• What you need to do
Work through the records below, line by line, and say how many lines include "curvedSlant", with nothing else.

[Stored items]
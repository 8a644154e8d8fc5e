package propagation

import "math"

// OxygenHeight holds the coefficients of the equivalent height of oxygen at one
// frequency, from the table that belongs to P.676-13 Annex 2 ("Part 1"): the height
// in km is A0 + B0 T + C0 P + D0 rho, with T in K, P the total pressure in hPa and
// rho in g/m³.
type OxygenHeight struct{ A0, B0, C0, D0 float64 }

func (h OxygenHeight) km(tK, totalHPa, rho float64) float64 {
	return h.A0 + h.B0*tK + h.C0*totalHPa + h.D0*rho
}

// gasAnnex2 returns the approximate attenuation of gases in dB from the air at the
// surface, and notes; the elevation must lie in (0°, 90°], 5° and up and 1 to
// 350 GHz is what the Recommendation covers. Source: Rec. ITU-R P.676-13 Annex 2
// §1.1 and §2.1 (method 1, Table 4).
func gasAnnex2(fGHz, elDeg, dryHPa, tK, rho float64, oxygen OxygenHeight, n *notes) (float64, error) {
	g, err := gasSpecificChecked(fGHz, dryHPa, tK, rho, n)
	if err := firstError(err, checkElevationAbove0(elDeg)); err != nil {
		return 0, err
	}
	h0 := oxygen.km(tK, dryHPa+vapourPressure(rho, tK), rho)
	if err := notNegative("equivalent height of oxygen", h0, "km"); err != nil {
		return 0, err
	}
	n.beyond("P.676-13 Annex 2", "frequency", fGHz, "GHz", 1, 350)
	n.beyond("P.676-13 Annex 2", "elevation", elDeg, "deg", 5, 90)
	return (g.Oxygen*h0 + g.WaterVapour*vapourHeightKm(fGHz)) / math.Sin(radians(elDeg)), nil
}

// vapourHeightKm is the equivalent height of water vapour, P.676-13 Annex 2 §2.1
// with Table 4.
func vapourHeightKm(f float64) float64 {
	h := 5.6585e-5*f + 1.8348
	for _, w := range [...]struct{ f, a, b float64 }{
		{22.235080, 2.6846, 2.7649}, {183.310087, 5.8905, 4.9219}, {325.152888, 2.9810, 3.0748},
	} {
		d := f - w.f
		h += w.a / (d*d + w.b)
	}
	return h
}
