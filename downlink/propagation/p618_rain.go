package propagation

import "math"

// effectiveEarthKm is the effective radius of the Earth in P.618-14 §2.2.1.1.
const effectiveEarthKm = 8500

// rainSite is what the rain attenuation of a site depends on, in the units of the printed equations:
// the station's height and the rain height (P.839-4) above mean sea level, the rain rate exceeded for
// 0.01 % of an average year.
type rainSite struct{ latDeg, stationKm, rainKm, rateMmH float64 }

func (s rainSite) check() error {
	return firstError(checkLatitude(s.latDeg), checkStationHeight(s.stationKm),
		within("rain height", s.rainKm, "km", -5, 10, "give it above mean sea level"),
		within("rain rate exceeded for 0.01 %", s.rateMmH, "mm/h", 0, 1000, ""))
}

// rainAttenuationChecked returns the attenuation of rain in dB exceeded for p of an average
// year at an elevation of 0° to 90°, and notes outside 0.001 % to 5 % and above 55 GHz. It
// rises and falls with elevation and with p where the Recommendation makes it do so.
// Source: Rec. ITU-R P.618-14 §2.2.1.1 (the same in P.618-13).
func rainAttenuationChecked(s rainSite, fGHz, elDeg, tiltDeg, pPct float64, n *notes) (float64, error) {
	err := firstError(s.check(), checkRainFrequency(fGHz), within("elevation", elDeg, "deg", 0, 90, "rain has no model under the horizon"),
		checkTilt(tiltDeg), checkPercent(pPct))
	if err != nil {
		return 0, err
	}
	n.beyond("P.618-14 §2.2.1.1", "frequency", fGHz, "GHz", 1, 55)
	n.beyond("P.618-14 §2.2.1.1", "exceeded percentage", pPct, "%", 0.001, 5)
	path := newRainPath(s, fGHz, tiltDeg)
	return path.attenuation(elDeg, pPct), nil
}

// rainPath holds what does not change with elevation and percentage.
type rainPath struct {
	site    rainSite
	fGHz    float64
	law     rainLaw
	cosTilt float64 // cos of twice the tilt
}

func newRainPath(s rainSite, fGHz, tiltDeg float64) rainPath {
	return rainPath{s, fGHz, rainLawAt(fGHz), math.Cos(radians(2 * tiltDeg))}
}

// attenuation is P.618-14 §2.2.1.1 steps 2 to 10, in dB.
func (r *rainPath) attenuation(elDeg, pPct float64) float64 {
	h := r.site.rainKm - r.site.stationKm
	if h <= 0 || r.site.rateMmH == 0 {
		return 0
	}
	sinEl, cosEl := math.Sincos(radians(elDeg))
	a001 := r.attenuation001(elDeg, sinEl, cosEl, h)
	lat := math.Abs(r.site.latDeg)
	var beta float64 // step 10
	if pPct < 1 && lat < 36 {
		beta = -0.005 * (lat - 36)
		if elDeg < 25 {
			beta += 1.8 - 4.25*sinEl
		}
	}
	// equation (8), A001 (p/0.01)^-(...)
	power := -(0.655 + 0.033*math.Log(pPct) - 0.045*math.Log(a001) - beta*(1-pPct)*sinEl)
	return a001 * math.Exp(power*math.Log(pPct/0.01))
}

// attenuation001 is steps 2 to 9: the attenuation exceeded for 0.01 %.
func (r *rainPath) attenuation001(elDeg, sinEl, cosEl, h float64) float64 {
	gamma, lg, r001 := r.reduction(elDeg, sinEl, cosEl, h)
	lr := h / sinEl // step 7
	if steeper(elDeg, h, lg*r001) {
		lr = lg * r001 / cosEl
	}
	chi := math.Max(0, 36-math.Abs(r.site.latDeg))
	v001 := 1 / (1 + math.Sqrt(sinEl)*(31*(1-math.Exp(-elDeg/(1+chi)))*math.Sqrt(lr*gamma)/(r.fGHz*r.fGHz)-0.45))
	return gamma * lr * v001 // equations (6) and (7)
}

// reduction is steps 2 to 6: the specific attenuation, the horizontal projection of
// the path below the rain height, and its reduction factor.
func (r *rainPath) reduction(elDeg, sinEl, cosEl, h float64) (gamma, lg, r001 float64) {
	lg = slantBelow(elDeg, sinEl, h) * cosEl // equation (3)
	k, alpha := r.law.combine(cosEl * cosEl * r.cosTilt)
	gamma = k * math.Pow(r.site.rateMmH, alpha)                                 // equation (4)
	r001 = 1 / (1 + 0.78*math.Sqrt(lg*gamma/r.fGHz) - 0.38*(1-math.Exp(-2*lg))) // equation (5)
	return gamma, lg, r001
}

// steeper tells whether the angle zeta of step 7 exceeds the elevation.
func steeper(elDeg, h, reducedKm float64) bool { return degrees(math.Atan2(h, reducedKm)) > elDeg }

// steep tells which branch of step 7 an elevation takes.
func (r *rainPath) steep(elDeg float64) bool {
	sinEl, cosEl := math.Sincos(radians(elDeg))
	h := r.site.rainKm - r.site.stationKm
	_, lg, r001 := r.reduction(elDeg, sinEl, cosEl, h)
	return steeper(elDeg, h, lg*r001)
}

// slantBelow returns the path below a height h above the station in km, P.618-14
// equations (1) and (2).
func slantBelow(elDeg, sinEl, h float64) float64 {
	if elDeg >= 5 {
		return h / sinEl
	}
	return curvedSlant(sinEl, h)
}

func curvedSlant(sinEl, h float64) float64 {
	return 2 * h / (math.Sqrt(sinEl*sinEl+2*h/effectiveEarthKm) + sinEl)
}
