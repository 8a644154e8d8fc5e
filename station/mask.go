package station

import (
	"fmt"
	"math"
	"sort"

	"slantwise/orbit/unit"
)

// MaskPoint is one point of a horizon mask.
type MaskPoint struct {
	Azimuth   unit.Angle // [0°, 360°), clockwise from true north
	Elevation unit.Angle // [-10°, 90°)
}

// Mask is a horizon mask: the least elevation that sees the sky, by azimuth, linear
// between its points and cyclic. It is immutable.
type Mask struct {
	kind   ElevationKind
	points []MaskPoint
}

// NewMask returns the mask through the points, which are copied: at least one, by
// rising azimuth. A single point is a level horizon. Doubled azimuths are refused,
// since it would be a guess which of the two holds; two points 0.001° apart make a
// steep edge. Errors name the entry, counted from 1; a value outside its range, NaN
// among them, is a *unit.RangeError inside.
func NewMask(points []MaskPoint, kind ElevationKind) (*Mask, error) {
	if len(points) == 0 {
		return nil, fmt.Errorf("horizon mask: it has no points; give at least one, or leave the mask out for a bare horizon")
	}
	for i, p := range points {
		if err := p.check(); err != nil {
			return nil, fmt.Errorf("horizon mask: entry %d: %w", i+1, err)
		}
		if i == 0 {
			continue
		}
		switch before := points[i-1].Azimuth; {
		case p.Azimuth == before:
			return nil, fmt.Errorf("horizon mask: entry %d: azimuth %s deg stands in entry %d too; give it once (for a steep edge set the second 0.001 deg on)",
				i+1, degrees(p.Azimuth), i)
		case p.Azimuth < before:
			return nil, fmt.Errorf("horizon mask: entry %d: azimuth %s deg comes after %s deg; sort the entries by rising azimuth",
				i+1, degrees(p.Azimuth), degrees(before))
		}
	}
	return &Mask{kind: kind, points: append([]MaskPoint(nil), points...)}, nil
}

func (p MaskPoint) check() error {
	if az := given(p.Azimuth); !(az >= 0 && az < 360) {
		return &unit.RangeError{Quantity: "azimuth", Value: az, Unit: "deg",
			Allowed: "at least 0 and less than 360 deg", Next: "count clockwise from true north; the mask closes by itself"}
	}
	if el := given(p.Elevation); !(el >= -10 && el < 90) {
		return &unit.RangeError{Quantity: "elevation", Value: el, Unit: "deg",
			Allowed: "at least -10 and less than 90 deg", Next: "give the elevation of the skyline"}
	}
	return nil
}

// degrees prints an angle as it was given.
func degrees(a unit.Angle) string { return fmt.Sprintf("%.9g", a.Degrees()) }

// given returns an angle in degrees as it was given: without the rounding of degrees
// taken to radians and back.
func given(a unit.Angle) float64 { return math.Round(a.Degrees()*1e9) / 1e9 }

// Kind tells which elevation the mask was made in.
func (m *Mask) Kind() ElevationKind { return m.kind }

// Points returns a copy of the points, at least one, by rising azimuth.
func (m *Mask) Points() []MaskPoint { return append([]MaskPoint(nil), m.points...) }

// At returns the elevation of the mask, of its own kind, at any azimuth.
func (m *Mask) At(azimuth unit.Angle) unit.Angle {
	az := azimuth.Wrapped()
	n := len(m.points)
	after := sort.Search(n, func(i int) bool { return m.points[i].Azimuth > az })
	a, b := m.points[(after+n-1)%n], m.points[after%n]
	width := (b.Azimuth - a.Azimuth).Wrapped()
	if width == 0 { // a single point
		return a.Elevation
	}
	share := float64((az - a.Azimuth).Wrapped() / width)
	return a.Elevation + unit.Angle(share)*(b.Elevation-a.Elevation)
}
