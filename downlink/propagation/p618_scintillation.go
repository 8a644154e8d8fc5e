package propagation

import (
	"math"

	"slantwise/orbit/unit"
)

// Aperture is an antenna as scintillation sees it.
type Aperture struct {
	Diameter   unit.Length
	Efficiency float64 // (0, 1]; 0.5 is P.618's careful choice where it is not known
}

// ScintillationFade returns the fade of tropospheric scintillation exceeded for p of
// an average year, from the median wet refractivity in N-units, and warnings; 0
// where the aperture averages it out. The elevation must lie in (0°, 90°]; 5° and up,
// 4 to 55 GHz and 0.01 to 50 % is what the Recommendation covers. Source: Rec. ITU-R
// P.618-14 §2.4.1, steps 3 to 9, with the turbulent layer at 1 km.
func ScintillationFade(f unit.Frequency, elevation unit.Angle, a Aperture, wetRefractivity float64, p Exceedance) (unit.DB, []Note, error) {
	var n notes
	v, err := scintillationChecked(scintillation{f.Gigahertz(), a.Diameter.Metres(), a.Efficiency, wetRefractivity},
		elevation.Degrees(), p.Percents(), &n)
	return unit.DB(v), n, err
}

// scintillation holds what does not change with elevation and percentage.
type scintillation struct{ fGHz, diameterM, efficiency, wet float64 }

func scintillationChecked(s scintillation, elDeg, pPct float64, n *notes) (float64, error) {
	if err := firstError(s.check(n), checkElevationAbove0(elDeg), checkPercent(pPct)); err != nil {
		return 0, err
	}
	n.beyond("P.618-14 §2.4.1", "elevation", elDeg, "deg", 5, 90)
	n.beyond("P.618-14 §2.4.1", "exceeded percentage", pPct, "%", 0.01, 50)
	return math.Sqrt(s.fadeSquared(elDeg, pPct)), nil
}

func (s scintillation) check(n *notes) error {
	err := firstError(positive("frequency", s.fGHz, "GHz"), within("frequency", s.fGHz, "GHz", 0, 1000, ""),
		positive("antenna diameter", s.diameterM, "m"), within("antenna efficiency", s.efficiency, "", 1e-3, 1, "give a fraction"),
		within("wet refractivity", s.wet, "N-units", 0, 400, ""))
	if err == nil {
		n.beyond("P.618-14 §2.4.1", "frequency", s.fGHz, "GHz", 4, 55)
	}
	return err
}

const (
	turbulentLayerM = 1000 // step 4
	flatSky         = 2.35e-4
)

// fadeSquared returns the square of the fade in dB², equations (42) to (49). The
// square is what combines with the other terms, and it stays smooth where averaging
// takes the fade to 0, which the fade itself does not.
func (s scintillation) fadeSquared(elDeg, pPct float64) float64 {
	sinEl := math.Sin(radians(elDeg))
	g2 := averagingSquared(s.averagingArgument(sinEl))
	if g2 <= 0 { // step 6: no fade
		return 0
	}
	scale := s.timeFactor(pPct) * s.reference() / math.Pow(sinEl, 1.2)
	return scale * scale * g2
}

// reference returns the deviation of equation (42) times f^(7/12), in dB.
func (s scintillation) reference() float64 {
	return (3.6e-3 + 1e-4*s.wet) * math.Pow(s.fGHz, 7.0/12)
}

// averagingArgument returns x of equation (46).
func (s scintillation) averagingArgument(sinEl float64) float64 {
	l := 2 * turbulentLayerM / (math.Sqrt(sinEl*sinEl+flatSky) + sinEl) // equation (43)
	return 1.22 * s.efficiency * s.diameterM * s.diameterM * s.fGHz / l
}

// averagedOutFrom returns the elevation from which on the aperture averages all
// scintillation out, 90° if there is none: the path through the turbulence shortens
// with the elevation, so x rises.
func (s scintillation) averagedOutFrom() float64 {
	low, high := 0.0, 90.0
	for range 60 {
		if mid := (low + high) / 2; averagingSquared(s.averagingArgument(math.Sin(radians(mid)))) > 0 {
			low = mid
		} else {
			high = mid
		}
	}
	return high
}

// averagingSquared is the argument of the root in equation (45); not positive where
// the aperture averages scintillation out.
func averagingSquared(x float64) float64 {
	return 3.86*math.Pow(x*x+1, 11.0/12)*math.Sin(11.0/6*math.Atan2(1, x)) - 7.08*math.Pow(x, 5.0/6)
}

// timeFactor is equation (48). It is negative above some 50 %, where there is an
// enhancement and no fade: 0 is returned there.
func (s scintillation) timeFactor(pPct float64) float64 {
	l := math.Log10(pPct)
	return math.Max(0, -0.061*l*l*l+0.072*l*l-1.71*l+3.0)
}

• Answer box
2